> Problem to work on: Only the lines containing "import" should appear in the answer, copied from the listing below.

> Input data:
import { type DerivedFigure, derivedFigure, type ModelSummary } from './derived/model-summary.ts';
import { predictedValue } from './derived/predicted-value.ts';
import {
  type LawEstimate,
  type ModelAveragedFigure,
  modelAverage,
  plausibleModelIndices,
} from './model-averaging.ts';
import type { RateLawFit } from './order/fit-rate-law.ts';
import type { PlausibleLaw, PlausibleLawFigures, SeriesOptions } from './series-analysis.ts';

/**
 * The figures of a series whose order the data do not name: for each plausible law (Akaike weight
 * ≥ 0.1 or ΔAICc ≤ 2) its k, half-life, t90 and time to each limit with their intervals; the range
 * of each figure over those laws; and the model averages of t90, the time to each limit and the
 * predicted values with their unconditional intervals (`model-averaging.ts`; Burnham & Anderson
 * 2002 §4.3, eq. 4.9). k is shown per law and never averaged: its unit differs between orders.
 *
 * Why: abstaining on the order is honest, leaving the analyst with nothing is not; what every
 * plausible law agrees on, and how far they disagree, is what the data can support.
 *
 * With too few points for AICc (fewer than the order comparison needs), no law can be weighed:
 * every fitted integer law is shown alike with its figures and their range, and no average is
 * formed (the reason says so) — an unweighted average would claim equal support nobody measured.
 *
 * Throws nothing (a law whose figure is not estimable carries its reason; an average that cannot be
 * formed says why).
 *
 * Example: 10 % loss over 24 months with first- and second-order laws both plausible gives two laws,
 * t90 range [t90 of second order, t90 of first order] and one model-averaged t90 between them.
 */
export function plausibleLawFigures(
  models: readonly ModelSummary[],
  fits: readonly (RateLawFit | null)[],
  options: SeriesOptions,
  timeUnit: string,
  lastTime: number,
  confidenceLevel: number,
): PlausibleLawFigures {
  const aicc = models.map((model) => (model.applicable ? model.aicc : null));
  const weights = models.map((model) => model.weight);
  // Too few points for AICc to rank any law: every fitted integer law stands alike, unweighted.
  const unranked = aicc.every((value) => value === null);
  const indices = (
    unranked ? [0, 1, 2].filter((index) => models[index]?.applicable) : plausibleModelIndices(aicc, weights)
  ).filter((index) => fits[index] !== null && fits[index] !== undefined);
  let lowest = Number.POSITIVE_INFINITY;
  for (const value of aicc) if (value !== null && value < lowest) lowest = value;
  const limit = (fit: RateLawFit, value: number | undefined) =>
    value === undefined ? undefined : derivedFigure(fit, { value }, confidenceLevel, timeUnit, lastTime);
  const laws: PlausibleLaw[] = indices.map((index) => {
    const model = models[index]!;
    const fit = fits[index]!;
    const law: PlausibleLaw = {
      model: model.order,
      weight: model.weight,
      deltaAicc: model.aicc === null ? null : model.aicc - lowest,
      k: model.k,
      kCi95: model.kCi95,
      kUnit: model.kUnit,
      halfLife: model.halfLife,
      t90: model.t90,
    };
    if (options.lowerLimit !== undefined || options.upperLimit !== undefined) {
      law.timeToLimit = {};
      const lower = limit(fit, options.lowerLimit);
      const upper = limit(fit, options.upperLimit);
      if (lower !== undefined) law.timeToLimit.lower = lower;
      if (upper !== undefined) law.timeToLimit.upper = upper;
    }
    return law;
  });
  const estimateOf = (figure: DerivedFigure | null | undefined, index: number): LawEstimate => ({
    model: String(models[indices[index]!]!.order),
    weight: models[indices[index]!]!.weight ?? 0,
    estimate: figure?.estimate ?? null,
    interval: figure?.ci95 ?? null,
    degreesOfFreedom: models[indices[index]!]!.degreesOfFreedom,
  });
  const unweighed = (): ModelAveragedFigure => ({
    ...modelAverage([], confidenceLevel, 'log'),
    laws: laws.map((law) => ({ model: String(law.model), weight: 0 })),
    reason:
      'not averaged: too few points for AICc to weigh the laws; each law’s figure and their range are shown',
  });
  const averageTime = (pick: (law: PlausibleLaw) => DerivedFigure | null | undefined) =>
    unranked
      ? withRange(unweighed(), laws.map(pick))
      : modelAverage(
          laws.map((law, index) => estimateOf(pick(law), index)),
          confidenceLevel,
          'log',
        );
  const result: PlausibleLawFigures = {
    laws,
    range: {
      halfLife: rangeOf(laws.map((law) => law.halfLife)),
      t90: rangeOf(laws.map((law) => law.t90)),
    },
    modelAveraged: { t90: averageTime((law) => law.t90) },
  };
  if (options.lowerLimit !== undefined || options.upperLimit !== undefined) {
    result.range.timeToLimit = {};
    result.modelAveraged.timeToLimit = {};
    if (options.lowerLimit !== undefined) {
      result.range.timeToLimit.lower = rangeOf(laws.map((law) => law.timeToLimit?.lower));
      result.modelAveraged.timeToLimit.lower = averageTime((law) => law.timeToLimit?.lower);
    }
    if (options.upperLimit !== undefined) {
      result.range.timeToLimit.upper = rangeOf(laws.map((law) => law.timeToLimit?.upper));
      result.modelAveraged.timeToLimit.upper = averageTime((law) => law.timeToLimit?.upper);
    }
  }
  if (options.predictAt !== undefined) {
    result.modelAveraged.predictions = options.predictAt.map((time) => {
      const estimates = indices.map((modelIndex, index) => {
        const predicted = predictedValue(fits[modelIndex]!, time, confidenceLevel);
        return {
          ...estimateOf(null, index),
          estimate: predicted.estimate,
          interval: predicted.confidenceInterval,
        };
      });
      return { time, ...(unranked ? unweighed() : modelAverage(estimates, confidenceLevel, 'linear')) };
    });
  }
  return result;
}

/** Smallest and largest estimate over the laws; null unless every law has one. */
function rangeOf(figures: readonly (DerivedFigure | null | undefined)[]): [number, number] | null {
  const estimates = figures.map((figure) => figure?.estimate ?? null);
  if (estimates.length === 0 || estimates.some((value) => value === null)) return null;
  const values = estimates as number[];
  return [Math.min(...values), Math.max(...values)];
}

/** An average that was not formed, still carrying the range of the laws' estimates. */
function withRange(
  figure: ModelAveragedFigure,
  figures: readonly (DerivedFigure | null | undefined)[],
): ModelAveragedFigure {
  return { ...figure, range: rangeOf(figures) };
}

> Answer space:
import { type DerivedFigure, derivedFigure, type ModelSummary } from './derived/model-summary.ts';
import { predictedValue } from './derived/predicted-value.ts';
import {
import type { RateLawFit } from './order/fit-rate-law.ts';
import type { PlausibleLaw, PlausibleLawFigures, SeriesOptions } from './series-analysis.ts';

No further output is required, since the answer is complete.